To do:
Look for "slug" in each line of the records, and copy the lines that have it.

(Recorded information)

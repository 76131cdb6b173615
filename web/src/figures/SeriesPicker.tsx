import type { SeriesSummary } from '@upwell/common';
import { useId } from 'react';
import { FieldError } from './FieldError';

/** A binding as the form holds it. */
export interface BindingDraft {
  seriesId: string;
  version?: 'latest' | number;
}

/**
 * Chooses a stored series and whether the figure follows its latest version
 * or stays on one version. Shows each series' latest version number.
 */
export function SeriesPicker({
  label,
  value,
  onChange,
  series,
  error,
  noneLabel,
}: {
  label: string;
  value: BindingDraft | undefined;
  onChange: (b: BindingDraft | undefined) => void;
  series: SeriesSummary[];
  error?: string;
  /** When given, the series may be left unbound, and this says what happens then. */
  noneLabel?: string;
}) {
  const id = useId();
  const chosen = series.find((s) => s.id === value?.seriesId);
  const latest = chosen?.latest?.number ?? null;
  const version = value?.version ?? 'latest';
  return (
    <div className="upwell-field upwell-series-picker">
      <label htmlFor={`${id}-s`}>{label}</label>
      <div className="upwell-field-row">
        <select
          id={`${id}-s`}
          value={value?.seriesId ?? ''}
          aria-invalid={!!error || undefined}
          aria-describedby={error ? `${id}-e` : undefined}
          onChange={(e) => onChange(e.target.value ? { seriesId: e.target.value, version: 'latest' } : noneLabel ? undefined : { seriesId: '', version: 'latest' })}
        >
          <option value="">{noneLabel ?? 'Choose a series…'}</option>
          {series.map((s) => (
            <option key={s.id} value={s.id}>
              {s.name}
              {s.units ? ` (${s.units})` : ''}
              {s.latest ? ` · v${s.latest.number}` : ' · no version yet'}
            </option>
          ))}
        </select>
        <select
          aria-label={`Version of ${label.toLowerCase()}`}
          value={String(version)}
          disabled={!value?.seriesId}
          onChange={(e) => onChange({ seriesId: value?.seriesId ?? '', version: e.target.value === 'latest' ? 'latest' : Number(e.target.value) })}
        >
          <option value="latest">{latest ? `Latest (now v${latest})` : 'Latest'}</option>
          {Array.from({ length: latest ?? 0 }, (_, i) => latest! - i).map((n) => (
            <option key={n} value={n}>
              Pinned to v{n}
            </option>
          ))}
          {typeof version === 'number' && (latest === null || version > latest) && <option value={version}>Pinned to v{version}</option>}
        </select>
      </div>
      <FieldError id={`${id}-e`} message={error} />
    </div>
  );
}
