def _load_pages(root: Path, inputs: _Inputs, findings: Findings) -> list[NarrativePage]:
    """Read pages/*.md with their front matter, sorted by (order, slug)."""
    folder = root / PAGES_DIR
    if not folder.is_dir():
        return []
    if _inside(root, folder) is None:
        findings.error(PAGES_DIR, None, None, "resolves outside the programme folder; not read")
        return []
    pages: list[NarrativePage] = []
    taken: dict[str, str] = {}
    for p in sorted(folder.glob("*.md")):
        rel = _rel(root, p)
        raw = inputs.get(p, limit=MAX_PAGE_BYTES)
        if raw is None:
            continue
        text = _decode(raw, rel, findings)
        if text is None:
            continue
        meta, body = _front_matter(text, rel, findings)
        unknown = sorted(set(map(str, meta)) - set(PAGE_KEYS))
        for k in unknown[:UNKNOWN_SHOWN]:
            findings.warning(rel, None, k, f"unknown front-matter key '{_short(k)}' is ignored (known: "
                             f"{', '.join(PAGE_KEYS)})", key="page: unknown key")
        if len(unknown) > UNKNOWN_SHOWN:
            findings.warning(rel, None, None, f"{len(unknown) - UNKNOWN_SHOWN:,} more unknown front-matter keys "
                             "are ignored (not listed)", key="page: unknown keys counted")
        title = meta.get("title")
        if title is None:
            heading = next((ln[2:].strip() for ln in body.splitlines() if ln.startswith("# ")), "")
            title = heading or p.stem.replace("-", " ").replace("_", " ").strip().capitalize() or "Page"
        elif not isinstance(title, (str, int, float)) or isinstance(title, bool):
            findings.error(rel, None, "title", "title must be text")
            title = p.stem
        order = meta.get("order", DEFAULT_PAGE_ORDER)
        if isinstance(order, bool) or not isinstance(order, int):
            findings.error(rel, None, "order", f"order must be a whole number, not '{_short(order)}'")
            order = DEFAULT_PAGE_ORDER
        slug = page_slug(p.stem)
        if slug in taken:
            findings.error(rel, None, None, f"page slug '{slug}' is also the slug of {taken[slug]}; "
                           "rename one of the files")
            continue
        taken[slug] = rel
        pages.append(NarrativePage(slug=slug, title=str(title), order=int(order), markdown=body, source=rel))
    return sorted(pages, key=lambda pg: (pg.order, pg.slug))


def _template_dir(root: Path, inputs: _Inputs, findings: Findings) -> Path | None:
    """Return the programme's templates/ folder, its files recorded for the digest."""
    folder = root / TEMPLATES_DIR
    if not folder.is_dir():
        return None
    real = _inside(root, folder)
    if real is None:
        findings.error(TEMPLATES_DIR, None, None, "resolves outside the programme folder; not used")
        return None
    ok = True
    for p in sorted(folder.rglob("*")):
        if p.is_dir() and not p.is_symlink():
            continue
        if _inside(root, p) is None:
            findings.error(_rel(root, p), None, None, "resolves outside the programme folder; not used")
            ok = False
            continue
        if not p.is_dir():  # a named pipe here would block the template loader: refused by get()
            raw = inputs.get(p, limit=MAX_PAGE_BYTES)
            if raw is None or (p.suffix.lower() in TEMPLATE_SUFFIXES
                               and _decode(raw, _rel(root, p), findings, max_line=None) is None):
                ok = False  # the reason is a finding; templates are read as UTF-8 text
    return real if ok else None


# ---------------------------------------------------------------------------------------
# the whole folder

(End Recorded information)

Response area:
    """Read pages/*.md with their front matter, sorted by (order, slug)."""
        slug = page_slug(p.stem)
        if slug in taken:
            findings.error(rel, None, None, f"page slug '{slug}' is also the slug of {taken[slug]}; "
        taken[slug] = rel
        pages.append(NarrativePage(slug=slug, title=str(title), order=int(order), markdown=body, source=rel))
    return sorted(pages, key=lambda pg: (pg.order, pg.slug))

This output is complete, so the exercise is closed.